- _What you have to do_
Word for word, restate the entries below from their first line through the line that contains "readonly facts?: LithiumFacts;".

- _Provided data_

import { Decimal } from '@emberlot/shared/measure/decimal';
import { decideLithium, type LithiumDecision } from '@emberlot/shared/transport/lithium-decision';
import type { LithiumContent } from '@emberlot/shared/transport/lithium-parcel';
import {
  answerSentences,
  conditionSentences,
  labelSentences,
  missingSentences,
  paperNames,
  reasonSentences,
} from '@emberlot/shared/transport/lithium-words';
import type { LithiumContentRow } from './lithium-contents.repository.js';
import type { ParcelLithiumDto, ParcelMode } from './parcel.dto.js';

/** What a person said about a parcel, kept with it. */
export interface LithiumFacts {
  readonly mode: ParcelMode;
  readonly wattHoursOnCase: boolean | null;
  readonly chargePercent: number | null;
}

/** What is kept of a parcel's lithium: what was said, what the carrier answered, and at dispatch what was decided. */
export interface KeptLithium {
  readonly facts?: LithiumFacts;
  readonly carrierAnswer?: { readonly note: string; readonly by: string; readonly at: string };
}

interface ParcelFacts {
  readonly day: string;
  readonly weightG: number | null;
  readonly equipment: number;
  readonly facts: LithiumFacts | undefined;
}

/** Batteries whose own design has not passed its transport test: with one of them a parcel never leaves. */
export function untested(rows: readonly LithiumContentRow[]): readonly string[] {
  return rows.filter(({ kind, tested }) => kind === 'battery' && !tested).map(({ part }) => part);
}

/** The decision of the rules on a parcel; whatever nobody said stays unknown and is asked for. */
export function decideParcel(rows: readonly LithiumContentRow[], parcel: ParcelFacts): LithiumDecision {
  return decideLithium({
    mode: parcel.facts?.mode ?? 'unknown',
    day: parcel.day,
    direction: 'outbound',
    parcelsInConsignment: 1,
    grossKilograms: parcel.weightG === null ? undefined : new Decimal(parcel.weightG).div(1000).toNumber(),
    contents: rows.map((row) => contentOf(row, parcel)),
  });
}

function contentOf(row: LithiumContentRow, { facts, equipment }: ParcelFacts): LithiumContent {
  const count = new Decimal(row.count);
  return {
    chemistry: row.chemistry,
    form: row.kind,
    placement: placementOf(row),
    condition: 'sound',
    designTest: row.tested ? 'passed' : 'not_passed',
    count: count.toNumber(),
    wattHours: row.wattHours === null ? undefined : Number(row.wattHours),
    lithiumGrams: row.lithiumGrams === null ? undefined : Number(row.lithiumGrams),
    wattHoursOnCase: facts?.wattHoursOnCase ?? undefined,
    chargePercent: facts?.chargePercent ?? undefined,
    neededByEquipment: equipment > 0 ? equipment : undefined,
    netKilograms: row.weightG === null ? undefined : count.times(row.weightG).div(1000).toNumber(),
  };
}

/** Loose cells of a kit are joined by the buyer; a battery of a kit travels beside the tool that it will run. */
function placementOf({ lies, kind }: LithiumContentRow): LithiumContent['placement'] {
  if (lies === 'contained') return 'contained_in_equipment';
  if (lies === 'alone') return 'alone';
  return kind === 'cell' ? 'loose_in_kit' : 'packed_with_equipment';
}

/** The decision in sentences, for the packing screen and the packing slip. */
export function lithiumDto(
  decision: LithiumDecision,
  kept: KeptLithium,
  rows: readonly LithiumContentRow[],
): ParcelLithiumDto {
  const about = (content: number | undefined) => {
    const row = content === undefined ? undefined : rows[content];
    return row ? `${row.part}: ` : '';
  };
  return {
    answer: decision.answer,
    sentence: answerSentences[decision.answer],
    mayLeave: decision.mayLeave,
    edition: decision.edition?.title ?? null,
    rules: decision.applied.map(({ unNumber, properName, instruction, rule }) => ({
      unNumber,
      properName,
      instruction,
      rule,
    })),
    mark: markSentence(decision),
    labels: decision.labels.map((label) => labelSentences[label]),
    papers: decision.papers.map(({ paper, says }) => `On the ${paperNames[paper]}: ${says}`),
    conditions: decision.conditions.map((condition) => conditionSentences[condition]),
    reasons: decision.reasons.map(({ code, content }) => `${about(content)}${reasonSentences[code]}`),
    missing: decision.missing.map(({ code, content }) => `${about(content)}${missingSentences[code]}`),
    caution: decision.caution,
    carrierAnswer: kept.carrierAnswer ? `${kept.carrierAnswer.by}: ${kept.carrierAnswer.note}` : null,
    mode: kept.facts?.mode ?? null,
    wattHoursOnCase: kept.facts?.wattHoursOnCase ?? null,
    chargePercent: kept.facts?.chargePercent ?? null,
  };
}

function markSentence({ mark }: LithiumDecision): string | null {
  if (!mark) return null;
  return mark.required
    ? `The lithium battery mark with ${mark.unNumbers.join(' and ')} goes on the parcel (${mark.rule}).`
    : `No lithium battery mark is required (${mark.rule}).`;
}
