import { Injectable } from '@nestjs/common';
import type { DB } from '@emberlot/db/database.types';
import { decimal } from '@emberlot/shared/measure/decimal';
import { minorAmount } from '@emberlot/shared/money/minor-units';
import type { Transaction } from 'kysely';
import { DocumentsService, type RecordedDocument } from '../journal/documents.service.js';
import { JournalService } from '../journal/journal.service.js';
import type { Order } from '../orders/orders.service.js';
import { Audit } from '../platform/audit/audit.js';
import type { SignedInUser } from '../platform/auth/signed-in-user.js';
import { Clock } from '../platform/clock/clock.js';
import { Transactions } from '../platform/database/transactions.js';
import { AppError, changedMeanwhile } from '../platform/errors/app-error.js';
import { Jobs } from '../platform/jobs/jobs.js';
import { ReservationsService } from '../stock/reservations.service.js';
import { StockLedgerService, valueByComponent } from '../stock/stock-ledger.service.js';
import { PackingService } from './packing.service.js';
import { untested } from './parcel-lithium.js';
import { ParcelLithiumService } from './parcel-lithium.service.js';
import type { DispatchInput } from './parcel.dto.js';
import { ParcelsRepository, type PackedItemRow, type ParcelRow } from './parcels.repository.js';

/**
 * Sends a packed parcel off. An order leaves in one parcel: its whole prepayment becomes revenue with it, and what left
 * becomes cost of sales, in the same transaction as the moves.
 */
@Injectable()
export class DispatchService {
  constructor(
    private readonly clock: Clock,
    private readonly transactions: Transactions,
    private readonly audit: Audit,
    private readonly jobs: Jobs,
    private readonly documents: DocumentsService,
    private readonly journal: JournalService,
    private readonly ledger: StockLedgerService,
    private readonly reservations: ReservationsService,
    private readonly packing: PackingService,
    private readonly lithium: ParcelLithiumService,
    private readonly parcels: ParcelsRepository,
  ) {}

  /** @throws AppError `wrong_state` when it is not packed or a payment is in doubt, `rule_broken` by the lithium rules */
  async dispatch(parcelNumber: string, input: DispatchInput, person: SignedInUser): Promise<void> {
    await this.transactions.run(async (trx) => {
      const { order, parcel } = await this.packing.lock(trx, parcelNumber);
      if (parcel.status !== 'packed') throw new AppError('wrong_state', `${parcel.number} is not packed, or has left.`);
      if (parcel.version !== input.version) throw changedMeanwhile({ version: parcel.version });
      await this.refuseDoubtful(trx, order);
      await this.refuseByLithium(trx, parcel);
      const items = await this.parcels.items(trx, parcel.id);
      const document = await this.documents.record(trx, {
        kind: 'shipment',
        number: parcel.number,
        recordedBy: person.id,
        note: order.number,
      });
      const cost = await this.moveOut(trx, document, items);
      await this.meetDemands(trx, order, parcel, items);
      await this.journal.post(trx, {
        document,
        event: 'dispatched',
        narrative: `${order.number} left in ${parcel.number}`,
        amounts: {
          goods: minorAmount(order.net_minor - order.delivery_net_minor),
          delivery: minorAmount(order.delivery_net_minor),
          cost_materials: cost.materials,
          cost_units: cost.units,
        },
      });
      await this.finish(trx, parcel, input, person, document);
    });
  }

  private async refuseDoubtful(trx: Transaction<DB>, order: Order): Promise<void> {
    const standing = await this.parcels.standing(trx, order.id);
    if (standing.cancelled || !standing.paid) {
      throw new AppError('wrong_state', `{order:${order.number}} is not paid, or was cancelled.`);
    }
    if (standing.review !== null) {
      throw new AppError(
        'wrong_state',
        `The payment of {order:${order.number}} waits for the owner: ${standing.review}`,
      );
    }
  }

  private async refuseByLithium(trx: Transaction<DB>, parcel: ParcelRow): Promise<void> {
    const { decision, rows, kept } = await this.lithium.decide(trx, parcel);
    const [without] = untested(rows);
    if (without !== undefined) {
      throw new AppError(
        'rule_broken',
        `The pack {part:${without}} has not passed a transport test of its own design: it is never shipped.`,
      );
    }
    if (decision.mayLeave) return;
    if (decision.answer === 'ask' && kept.carrierAnswer) return;
    throw new AppError(
      'rule_broken',
      decision.answer === 'ask'
        ? 'The rules for lithium give no certain answer. Fill in what is missing; if it still asks, ask your carrier, and let the owner write the answer down.'
        : 'By the rules for lithium this parcel must not leave as it stands.',
    );
  }

  private async moveOut(trx: Transaction<DB>, document: RecordedDocument, items: readonly PackedItemRow[]) {
    const moves = await this.ledger.post(
      trx,
      document,
      items.map(({ partId, lotId, binId, quantity }) => ({
        direction: 'out',
        partId,
        lotId,
        binId,
        quantity: decimal(quantity),
        reason: 'dispatch',
      })),
    );
    return valueByComponent(moves);
  }

  private async meetDemands(
    trx: Transaction<DB>,
    order: Order,
    parcel: ParcelRow,
    items: readonly PackedItemRow[],
  ): Promise<void> {
    const needs = await this.parcels.needs(trx, order.id, parcel.id);
    for (const need of needs) {
      if (items.some(({ needId }) => needId === need.id)) {
        await this.reservations.take(trx, need.demandId, decimal(need.packed));
      }
    }
    // A claim that was never needed, because something else was free, ends with its order.
    await this.reservations.release(
      trx,
      needs.map(({ demandId }) => demandId),
      'taken',
    );
  }

  private async finish(
    trx: Transaction<DB>,
    parcel: ParcelRow,
    input: DispatchInput,
    person: SignedInUser,
    document: RecordedDocument,
  ): Promise<void> {
    const { carrier, trackingCode } = input;
    await this.parcels.advance(trx, parcel.id, 'packed', {
      status: 'shipped',
      shipped_at: this.clock.now(),
      shipped_by: person.id,
      carrier,
      tracking_code: trackingCode,
      document_id: document.id,
    });
    const subject = { subjectKind: 'shipment', subjectId: parcel.id, subjectCode: parcel.number };
    await this.audit.record(trx, {
      actor: person,
      action: 'parcel.shipped',
      ...subject,
      after: { carrier, trackingCode },
    });
    await this.jobs.add(trx, 'parcel_shipped_mail', { parcelId: parcel.id });
  }
}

- _Written solution_
import { Decimal } from '@emberlot/shared/measure/decimal';
import { decideLithium, type LithiumDecision } from '@emberlot/shared/transport/lithium-decision';
import type { LithiumContent } from '@emberlot/shared/transport/lithium-parcel';
import {
  answerSentences,
  conditionSentences,
  labelSentences,
  missingSentences,
  paperNames,
  reasonSentences,
} from '@emberlot/shared/transport/lithium-words';
import type { LithiumContentRow } from './lithium-contents.repository.js';
import type { ParcelLithiumDto, ParcelMode } from './parcel.dto.js';

/** What a person said about a parcel, kept with it. */
export interface LithiumFacts {
  readonly mode: ParcelMode;
  readonly wattHoursOnCase: boolean | null;
  readonly chargePercent: number | null;
}

/** What is kept of a parcel's lithium: what was said, what the carrier answered, and at dispatch what was decided. */
export interface KeptLithium {
  readonly facts?: LithiumFacts;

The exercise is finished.